- What you will do
In the data below, how many lines contain the string "target"? Give only the figure.

[Saved data entries]
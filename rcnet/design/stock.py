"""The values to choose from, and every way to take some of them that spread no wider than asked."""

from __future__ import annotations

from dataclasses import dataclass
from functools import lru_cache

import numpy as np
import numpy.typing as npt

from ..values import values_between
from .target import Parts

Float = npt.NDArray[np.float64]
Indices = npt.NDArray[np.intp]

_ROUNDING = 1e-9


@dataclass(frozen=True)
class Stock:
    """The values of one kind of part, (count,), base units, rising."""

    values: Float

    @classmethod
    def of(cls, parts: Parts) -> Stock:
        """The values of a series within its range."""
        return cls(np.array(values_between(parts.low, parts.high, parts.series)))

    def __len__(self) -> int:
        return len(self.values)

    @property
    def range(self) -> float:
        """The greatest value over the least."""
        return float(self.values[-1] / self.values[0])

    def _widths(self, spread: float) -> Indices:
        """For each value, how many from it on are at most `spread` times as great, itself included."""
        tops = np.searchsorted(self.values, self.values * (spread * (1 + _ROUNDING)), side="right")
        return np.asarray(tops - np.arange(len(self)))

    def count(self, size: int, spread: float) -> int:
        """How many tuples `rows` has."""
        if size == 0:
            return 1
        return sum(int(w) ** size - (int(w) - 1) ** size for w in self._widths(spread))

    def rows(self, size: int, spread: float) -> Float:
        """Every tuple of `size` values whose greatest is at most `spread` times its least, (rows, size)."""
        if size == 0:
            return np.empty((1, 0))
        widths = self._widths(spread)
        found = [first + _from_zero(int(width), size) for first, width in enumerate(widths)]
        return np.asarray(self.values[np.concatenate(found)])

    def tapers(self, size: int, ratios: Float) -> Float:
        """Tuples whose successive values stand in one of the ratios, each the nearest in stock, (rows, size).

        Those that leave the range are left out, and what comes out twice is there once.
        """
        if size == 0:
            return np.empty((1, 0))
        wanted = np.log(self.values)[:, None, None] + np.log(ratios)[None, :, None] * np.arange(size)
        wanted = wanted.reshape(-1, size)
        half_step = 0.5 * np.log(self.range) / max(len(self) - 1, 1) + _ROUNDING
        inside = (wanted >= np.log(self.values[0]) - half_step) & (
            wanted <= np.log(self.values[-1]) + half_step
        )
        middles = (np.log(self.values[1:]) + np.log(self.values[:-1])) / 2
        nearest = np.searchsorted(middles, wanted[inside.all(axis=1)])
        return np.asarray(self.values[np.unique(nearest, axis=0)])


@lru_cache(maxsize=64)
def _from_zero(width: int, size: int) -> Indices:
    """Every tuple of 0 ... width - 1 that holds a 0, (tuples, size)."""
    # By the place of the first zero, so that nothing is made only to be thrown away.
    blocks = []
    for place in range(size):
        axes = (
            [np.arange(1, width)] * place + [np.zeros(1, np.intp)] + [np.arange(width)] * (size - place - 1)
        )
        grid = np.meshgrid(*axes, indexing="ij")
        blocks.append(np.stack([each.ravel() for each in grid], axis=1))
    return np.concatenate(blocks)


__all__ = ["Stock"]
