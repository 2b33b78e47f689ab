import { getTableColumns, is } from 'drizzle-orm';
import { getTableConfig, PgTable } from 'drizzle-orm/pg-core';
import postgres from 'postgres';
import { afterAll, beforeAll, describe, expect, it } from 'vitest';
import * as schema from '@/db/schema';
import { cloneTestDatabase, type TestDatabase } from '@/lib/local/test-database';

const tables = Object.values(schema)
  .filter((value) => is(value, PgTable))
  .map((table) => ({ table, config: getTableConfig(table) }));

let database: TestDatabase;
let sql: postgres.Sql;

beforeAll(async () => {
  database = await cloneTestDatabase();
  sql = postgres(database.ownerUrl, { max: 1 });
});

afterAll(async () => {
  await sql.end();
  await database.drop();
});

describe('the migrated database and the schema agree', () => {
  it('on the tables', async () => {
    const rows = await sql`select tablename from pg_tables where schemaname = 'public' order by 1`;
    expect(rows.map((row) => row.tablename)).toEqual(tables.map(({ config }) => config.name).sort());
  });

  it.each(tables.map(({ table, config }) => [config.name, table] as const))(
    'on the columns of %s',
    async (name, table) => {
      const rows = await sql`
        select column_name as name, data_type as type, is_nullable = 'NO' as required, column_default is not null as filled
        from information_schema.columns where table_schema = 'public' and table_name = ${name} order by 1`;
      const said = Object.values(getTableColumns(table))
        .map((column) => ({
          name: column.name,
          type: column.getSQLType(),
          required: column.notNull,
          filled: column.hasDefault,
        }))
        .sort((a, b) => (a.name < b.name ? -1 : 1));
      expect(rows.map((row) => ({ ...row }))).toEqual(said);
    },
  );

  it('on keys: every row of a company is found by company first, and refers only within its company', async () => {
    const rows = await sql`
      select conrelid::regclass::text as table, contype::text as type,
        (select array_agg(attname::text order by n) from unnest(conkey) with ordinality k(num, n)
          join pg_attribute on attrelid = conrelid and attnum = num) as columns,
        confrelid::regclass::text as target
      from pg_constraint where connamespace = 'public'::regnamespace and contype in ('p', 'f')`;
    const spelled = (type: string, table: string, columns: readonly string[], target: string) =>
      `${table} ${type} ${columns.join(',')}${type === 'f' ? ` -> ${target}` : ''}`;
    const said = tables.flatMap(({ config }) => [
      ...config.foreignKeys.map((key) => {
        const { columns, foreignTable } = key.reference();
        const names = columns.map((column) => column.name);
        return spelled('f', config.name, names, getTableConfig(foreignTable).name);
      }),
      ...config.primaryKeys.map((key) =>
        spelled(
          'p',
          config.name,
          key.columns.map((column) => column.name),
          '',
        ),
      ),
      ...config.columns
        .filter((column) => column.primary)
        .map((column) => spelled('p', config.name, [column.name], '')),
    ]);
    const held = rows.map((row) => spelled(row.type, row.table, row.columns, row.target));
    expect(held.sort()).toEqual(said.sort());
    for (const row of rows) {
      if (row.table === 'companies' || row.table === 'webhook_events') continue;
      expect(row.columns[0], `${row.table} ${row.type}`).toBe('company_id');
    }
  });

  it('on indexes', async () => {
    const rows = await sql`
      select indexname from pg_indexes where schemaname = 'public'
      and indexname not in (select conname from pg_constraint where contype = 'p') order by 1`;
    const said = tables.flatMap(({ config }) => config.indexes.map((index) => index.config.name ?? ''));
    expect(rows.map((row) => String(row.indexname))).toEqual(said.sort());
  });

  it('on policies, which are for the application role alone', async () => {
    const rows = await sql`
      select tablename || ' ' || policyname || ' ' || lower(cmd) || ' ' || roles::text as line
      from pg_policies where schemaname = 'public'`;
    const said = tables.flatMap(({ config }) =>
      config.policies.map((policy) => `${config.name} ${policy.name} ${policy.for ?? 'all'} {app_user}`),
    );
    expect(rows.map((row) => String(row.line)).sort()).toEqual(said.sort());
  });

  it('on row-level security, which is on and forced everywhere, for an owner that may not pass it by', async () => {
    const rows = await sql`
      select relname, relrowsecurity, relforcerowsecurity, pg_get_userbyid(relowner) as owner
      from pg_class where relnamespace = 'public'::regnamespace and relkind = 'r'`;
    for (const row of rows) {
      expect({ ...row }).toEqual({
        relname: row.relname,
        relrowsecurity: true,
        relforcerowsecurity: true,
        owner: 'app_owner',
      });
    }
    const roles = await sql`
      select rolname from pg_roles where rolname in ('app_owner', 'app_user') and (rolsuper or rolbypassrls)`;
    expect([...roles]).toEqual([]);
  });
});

- Task output
5